You’d have to look far and wide these days to find a mutual fund that doesn’t include Cisco Systems (Nasdaq: CSCO) or Sun Microsystems (Nasdaq: SUNW) as major holding.

“One of the big problems these days is that a consumer attitude has permeated stock investing,” said Tad LaFountain, an analyst at Needham & Co. “Instead of people saying they are what they eat, they’re now saying they are what they buy.”

From golf courses, to local pubs to family barbeques, more and more people are talking about the stock market and the stocks they own than ever before. An argument could easily be made that the market has replaced the weather as the small talk topic of our time.

“It’s like rooting for a football team,” LaFountain said. “It’s an innate human condition. People are always looking for an emotional shortcut.”

The discount trader, who didn’t want to be identified for obvious reasons, said people who own shares of the companies they work for stick by their stock with a cult-like conviction.

“People who work at Cisco are the worst because they’ve only seen their stock go up, up, up,” he said. “They’re convinced it’s only going to go higher. They hold as much as $5 million or more in Cisco stock and don’t want to consider maybe getting into bonds or at least diversifying a little bit.”

Long-time Cisco shareholders don’t have a whole lot to complain about, but it’s just a matter of time before even this outstanding company loses its luster on the Street.

“A lot of investors and analysts get into trouble when they really like a company or a technology or the management team,” said Sandy Harrison, an analyst at Pacific Growth Equities. “At the end of the day, you have to put aside whatever you think of the company and concentrate only on the potential of the stock.”

Buy and hold for long-term success

To avoid falling prey to your own weaknesses, money managers hammer home the strategy of diversifying your investments throughout a number of industries. A healthy balance of equities, bonds and cash vastly improve your chances of beating the market in the long run.
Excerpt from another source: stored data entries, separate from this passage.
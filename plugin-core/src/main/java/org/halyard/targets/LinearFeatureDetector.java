package org.halyard.targets;

import java.util.ArrayList;
import java.util.Arrays;
import java.util.Comparator;
import java.util.List;
import java.util.Optional;
import org.halyard.grid.Grid;
import org.halyard.grid.GridGeometry;
import org.halyard.grid.Progress;
import org.locationtech.jts.geom.Coordinate;
import org.locationtech.jts.geom.GeometryFactory;
import org.locationtech.jts.geom.LineString;
import org.locationtech.jts.simplify.DouglasPeuckerSimplifier;

/**
 * Finds straight or gently curved ridges of the analytic signal tens of metres long: cables, pipelines,
 * chains.
 *
 * <p><b>Algorithm</b> (our own composition of standard steps):
 * <ol>
 * <li>smoothing: a Gaussian of {@code smoothingM} ({@link GaussianSmoother}), then one of
 *     {@code strikeSmoothingM} along the local strike ({@link StrikeSmoother});</li>
 * <li>ridge cells by the Hessian test of {@link RidgeCells}, above {@code background + k sigma};</li>
 * <li>linking: 8-connected ridge cells whose directions differ by at most {@code maxTurnDeg} form one piece
 *     (union-find);</li>
 * <li>merging: pieces whose principal axes agree, whose facing ends are within {@code maxGapM} (or the
 *     shorter piece's length) and lie on each other's axis (within {@code labelDistanceM}) are joined,
 *     repeatedly, bridging gaps left by noise or by an object lying on the line;</li>
 * <li>a piece is a feature when it spans at least {@code minLengthM} along its axis and its cells' ridge
 *     directions follow the axis within {@code maxDeviationDeg} on average (this rejects the radial
 *     pattern around compact peaks);</li>
 * <li>the polyline is the mean position of the ridge cells in bins of {@code vertexSpacingM} along the
 *     axis, simplified by Douglas-Peucker (JTS) with a tolerance of one cell.</li>
 * </ol>
 *
 * <p><b>Accuracy:</b> on a straight noise-free ridge the azimuth is found to a few tenths of a degree
 * (the fit averages hundreds of cells); the position to a fraction of a cell.
 *
 * <p><b>Limitations:</b> a feature curving by more than about 60 degrees over its length is split or
 * dropped (the binning runs along one axis); crossing features are found as separate pieces.
 *
 * <p><b>Thread safety:</b> stateless.
 */
public final class LinearFeatureDetector {

    /** Side of the tiles of the local level, m: several times a cable's ridge width. */
    static final double BACKGROUND_TILE_M = 20;

    /**
     * Window (standard deviation) over which the Hessian is averaged to find the ridge strike, m: about a
     * ridge's width, so that the crest's negative curvature across outweighs the beads' along it.
     */
    static final double ORIENTATION_M = 2;

    /** Smallest piece considered for merging, cells along its axis. */
    static final int MIN_PIECE_CELLS = 3;

    private LinearFeatureDetector() {
    }

    /**
     * The linear features of an analytic-signal grid (nT/m; x east, y north, row 0 north), depth unknown
     * and no asset yet.
     *
     * @param progress reports 0 to 100 and is checked for cancellation between steps
     */
    public static List<LinearFeature> detect(Grid analyticSignal, LinearFeatureOptions o, Progress progress) {
        return detect(analyticSignal, NoiseEstimate.of(analyticSignal), o, progress);
    }

    /**
     * As {@link #detect(Grid, LinearFeatureOptions, Progress)} with the grid's noise estimate already made.
     *
     * @param noise {@link NoiseEstimate#of} of {@code analyticSignal}, nT/m
     */
    public static List<LinearFeature> detect(Grid analyticSignal, NoiseEstimate noise, LinearFeatureOptions o,
                                             Progress progress) {
        Grid smooth = StrikeSmoother.smooth(GaussianSmoother.smooth(analyticSignal, o.smoothingM()),
                o.strikeSmoothingM(), ORIENTATION_M);
        LocalBackground level = LocalBackground.of(smooth, BACKGROUND_TILE_M, noise.background());
        RidgeCells ridges = RidgeCells.find(smooth, level, o.thresholdFactor() * noise.sigma(), o);
        progress.report(40);
        progress.checkCanceled();
        List<RidgePiece> pieces = merge(link(ridges, o), ridges, o);
        progress.report(80);
        progress.checkCanceled();
        GeometryFactory gf = new GeometryFactory();
        List<LinearFeature> out = new ArrayList<>();
        double cosDev = Math.cos(Math.toRadians(o.maxDeviationDeg()));
        for (RidgePiece p : pieces) {
            if (p.length() >= o.minLengthM() && p.alignment >= cosDev) {
                out.add(new LinearFeature(out.size() + 1, polyline(p, ridges, o, gf),
                        medianValue(p, analyticSignal), Double.NaN, Optional.empty()));
            }
        }
        progress.report(100);
        return out;
    }

    /** Pieces of 8-connected ridge cells with compatible directions. */
    static List<RidgePiece> link(RidgeCells ridges, LinearFeatureOptions o) {
        GridGeometry geo = ridges.grid().geometry();
        int[] parent = new int[geo.size()];
        Arrays.setAll(parent, i -> i);
        double maxTurn = Math.toRadians(o.maxTurnDeg());
        for (int r = 0; r < geo.rows(); r++) {
            for (int c = 0; c < geo.columns(); c++) {
                int i = geo.index(c, r);
                if (!ridges.isRidge(i)) {
                    continue;
                }
                // Forward half of the 8-neighbourhood: each pair is seen once.
                int[][] fwd = {{1, 0}, {-1, 1}, {0, 1}, {1, 1}};
                for (int[] d : fwd) {
                    int cc = c + d[0], rr = r + d[1];
                    if (cc < 0 || cc >= geo.columns() || rr >= geo.rows()) {
                        continue;
                    }
                    int j = geo.index(cc, rr);
                    if (ridges.isRidge(j) && turn(ridges.direction(i), ridges.direction(j)) <= maxTurn) {
                        parent[find(parent, i)] = find(parent, j);
                    }
                }
            }
        }
        java.util.Map<Integer, List<Integer>> groups = new java.util.HashMap<>();
        for (int i = 0; i < parent.length; i++) {
            if (ridges.isRidge(i)) {
                groups.computeIfAbsent(find(parent, i), k -> new ArrayList<>()).add(i);
            }
        }
        List<RidgePiece> pieces = new ArrayList<>();
        for (List<Integer> g : groups.values()) {
            if (g.size() >= MIN_PIECE_CELLS) {
                RidgePiece p = new RidgePiece(g.stream().mapToInt(Integer::intValue).toArray(), ridges);
                if (p.length() >= MIN_PIECE_CELLS * geo.cellSize()) {
                    pieces.add(p);
                }
            }
        }
        return pieces;
    }

    /** Joins collinear pieces until none continues another, longest first. */
    static List<RidgePiece> merge(List<RidgePiece> pieces, RidgeCells ridges, LinearFeatureOptions o) {
        List<RidgePiece> work = new ArrayList<>(pieces);
        boolean merged = true;
        while (merged) {
            merged = false;
            work.sort(Comparator.comparingDouble(RidgePiece::length).reversed());
            outer:
            for (int a = 0; a < work.size(); a++) {
                for (int b = a + 1; b < work.size(); b++) {
                    if (work.get(a).continues(work.get(b), o.maxTurnDeg(), o.maxGapM(), o.labelDistanceM())) {
                        RidgePiece m = RidgePiece.merge(List.of(work.get(a), work.get(b)), ridges);
                        work.remove(b);
                        work.set(a, m);
                        merged = true;
                        break outer;
                    }
                }
            }
        }
        return work;
    }

    private static LineString polyline(RidgePiece p, RidgeCells ridges, LinearFeatureOptions o, GeometryFactory gf) {
        GridGeometry geo = ridges.grid().geometry();
        int bins = Math.max(2, (int) Math.ceil(p.length() / o.vertexSpacingM()));
        double[] sx = new double[bins], sy = new double[bins];
        int[] n = new int[bins];
        for (int i : p.cells) {
            double x = geo.x(i % geo.columns()), y = geo.y(i / geo.columns());
            int b = (int) Math.min(bins - 1, Math.floor((p.along(x, y) - p.minT) / p.length() * bins));
            sx[b] += x;
            sy[b] += y;
            n[b]++;
        }
        List<Coordinate> pts = new ArrayList<>();
        for (int b = 0; b < bins; b++) {
            if (n[b] > 0) {
                pts.add(new Coordinate(sx[b] / n[b], sy[b] / n[b]));
            }
        }
        if (pts.size() < 2) {
            double[] e = p.ends();
            pts = List.of(new Coordinate(e[0], e[1]), new Coordinate(e[2], e[3]));
        }
        // Bin means sit half a bin inside the ends: slide the end vertices out to the ridge's extent.
        extend(pts.get(0), p, p.minT);
        extend(pts.get(pts.size() - 1), p, p.maxT);
        LineString raw = gf.createLineString(pts.toArray(new Coordinate[0]));
        return (LineString) DouglasPeuckerSimplifier.simplify(raw, geo.cellSize());
    }

    private static void extend(Coordinate c, RidgePiece p, double toT) {
        double shift = toT - p.along(c.x, c.y);
        c.x += shift * p.ux;
        c.y += shift * p.uy;
    }

    private static double medianValue(RidgePiece p, Grid g) {
        double[] v = Arrays.stream(p.cells).mapToDouble(g::get).toArray();
        return NoiseEstimate.median(v);
    }

    /** Angle between two undirected directions, radians, 0 to pi/2. */
    static double turn(double a, double b) {
        double d = Math.abs(a - b) % Math.PI;
        return Math.min(d, Math.PI - d);
    }

    private static int find(int[] parent, int i) {
        while (parent[i] != i) {
            parent[i] = parent[parent[i]];
            i = parent[i];
        }
        return i;
    }
}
Most investors will say they agree with that formula before buying the next “can’t-miss” IPO, often on margin.

“That’s the biggest problem,” the trader said. “People get introduced to Mr. Margin and they’re amazed by how much money they can make when the market’s on fire. But, like we saw in December, when those margin calls come, they inevitable end up selling all their stocks at the worst possible time.”

When the market turns sour, trading volume declines as investors who used to sell their winners prematurely to buy their next project now sit in on the sidelines, holding their losers and wondering what could have been.

“I guarantee you there a lot of individual investors as well as portfolio managers who went home for Christmas this year and were just sick,” LaFountain said. “They realized that if they would have just sold their positions in March, they would have made an outstanding amount of money.”

Now that the market’s made such a severe correction, some investors believe now’s the time to buy tech stocks while valuations are, compared to this time last year, relatively tame.

However, Statman said the historical data doesn’t support what he calls this “illusion of validity.”

After tracking the performance of the stock market from 1873 to 1998, Statman discovered that in years that produced above-median returns most of the stocks had relatively high price-to-earnings ratios. Those years that began with low price-to-earnings ratios tended to conclude with lower returns.

He concluded that often there’s a damn good reason why P/E ratios are so high, usually because the economy has improved dramatically and investors hadn’t grasped just how much it had improved. Conversely, if the P/E ratios were lower, it was usually indicative of a slowing economy.

Second-guessing is an unavoidable occupational hazard for traders. But with this wealth of information from the electronic media, real-time quotes and in-depth analysis, why do average investors with so much at stake continue to repeat their mistakes?

“People put themselves at risk for all kinds of reasons,” Statman said. “But trying to convince someone not to do something that’s not very smart is quite difficult. When you’re talking about egos and pride and status, it’s almost impossible to convince someone they’re making a big mistake.”